Spontaneous blood oxygen level dependent (BOLD) fluctuations are not random noise, but are specifically correlated between functionally related brain regions and relate well to known anatomical systems.
Spontaneous BOLD fluctuations due to non-neuronal factors such as cardiac or respiratory activity can be isolated and are not responsible for the observed correlation patterns.
Spontaneous BOLD fluctuations are correlated with fluctuations in the power of high-frequency neuronal activity.
Spontaneous BOLD correlation patterns are largely consistent across different resting states, including sleep and anaesthesia, suggesting that they are an intrinsic property of the brain as opposed to being activity evoked by unconstrained mental activity.
Inter-subject variability in these correlation patterns relates to inter-subject variability in activation patterns and task performance.
Spontaneous BOLD fluctuations do not disappear during task paradigms but continue throughout, contributing to inter-trial variability in measured BOLD responses and behaviour.
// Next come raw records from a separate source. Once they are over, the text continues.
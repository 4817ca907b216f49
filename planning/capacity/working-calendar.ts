import { addDays, format, getDay, parseISO } from 'date-fns';

/** A studio's working calendar. Dates are ISO `yyyy-MM-dd` strings passed in (never "today"). */
export interface WorkingCalendar {
  /** Working weekdays, 0 = Sunday … 6 = Saturday. */
  workdays: number[];
  /** Paid working minutes per day, breaks already taken out. */
  minutesPerDay: number;
  /** Non-working dates, `yyyy-MM-dd`. */
  holidays: string[];
}

/** True when the ISO date is a working day of the calendar. */
export function isWorkingDay(calendar: WorkingCalendar, isoDate: string): boolean {
  return calendar.workdays.includes(getDay(parseISO(isoDate))) && !calendar.holidays.includes(isoDate);
}

/**
 * The first `count` working days on or after `fromIso`, as ISO dates in order. Throws RangeError
 * when the calendar has no working weekday (would never end).
 */
export function workingDays(calendar: WorkingCalendar, fromIso: string, count: number): string[] {
  if (calendar.workdays.length === 0 || calendar.minutesPerDay <= 0) throw new RangeError('calendar has no working time');
  const out: string[] = [];
  let d = parseISO(fromIso);
  while (out.length < count) {
    const iso = format(d, 'yyyy-MM-dd');
    if (isWorkingDay(calendar, iso)) out.push(iso);
    d = addDays(d, 1);
  }
  return out;
}

/** Working days from `fromIso` to `toIso`, both included (0 when `toIso` is earlier). */
export function countWorkingDays(calendar: WorkingCalendar, fromIso: string, toIso: string): number {
  let n = 0;
  for (let d = parseISO(fromIso); format(d, 'yyyy-MM-dd') <= toIso; d = addDays(d, 1)) {
    if (isWorkingDay(calendar, format(d, 'yyyy-MM-dd'))) n += 1;
  }
  return n;
}

/**
 * The working day on which working minute `minute` (0-based, counted from the start of the first
 * working day on or after `fromIso`) falls, and the minute within that day. Minute 0 → first day.
 * A stage that ends exactly at a day's last minute is reported on that day (`minute` is exclusive).
 */
export function dateAtWorkingMinute(calendar: WorkingCalendar, fromIso: string, minute: number, isEnd = false): { date: string; minuteOfDay: number } {
  const per = calendar.minutesPerDay;
  const dayIndex = isEnd && minute > 0 ? Math.ceil(minute / per) - 1 : Math.floor(minute / per);
  const days = workingDays(calendar, fromIso, dayIndex + 1);
  return { date: days[dayIndex], minuteOfDay: minute - dayIndex * per };
}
The majority of functional neuroscience studies have focused on the brain's response to a task or stimulus. However, the brain is very active even in the absence of explicit input or output. In this Article we review recent studies examining spontaneous fluctuations in the blood oxygen level dependent (BOLD) signal of functional magnetic resonance imaging as a potentially important and revealing manifestation of spontaneous neuronal activity. Although several challenges remain, these studies have provided insight into the intrinsic functional architecture of the brain, variability in behaviour and potential physiological correlates of neurological and psychiatric disease.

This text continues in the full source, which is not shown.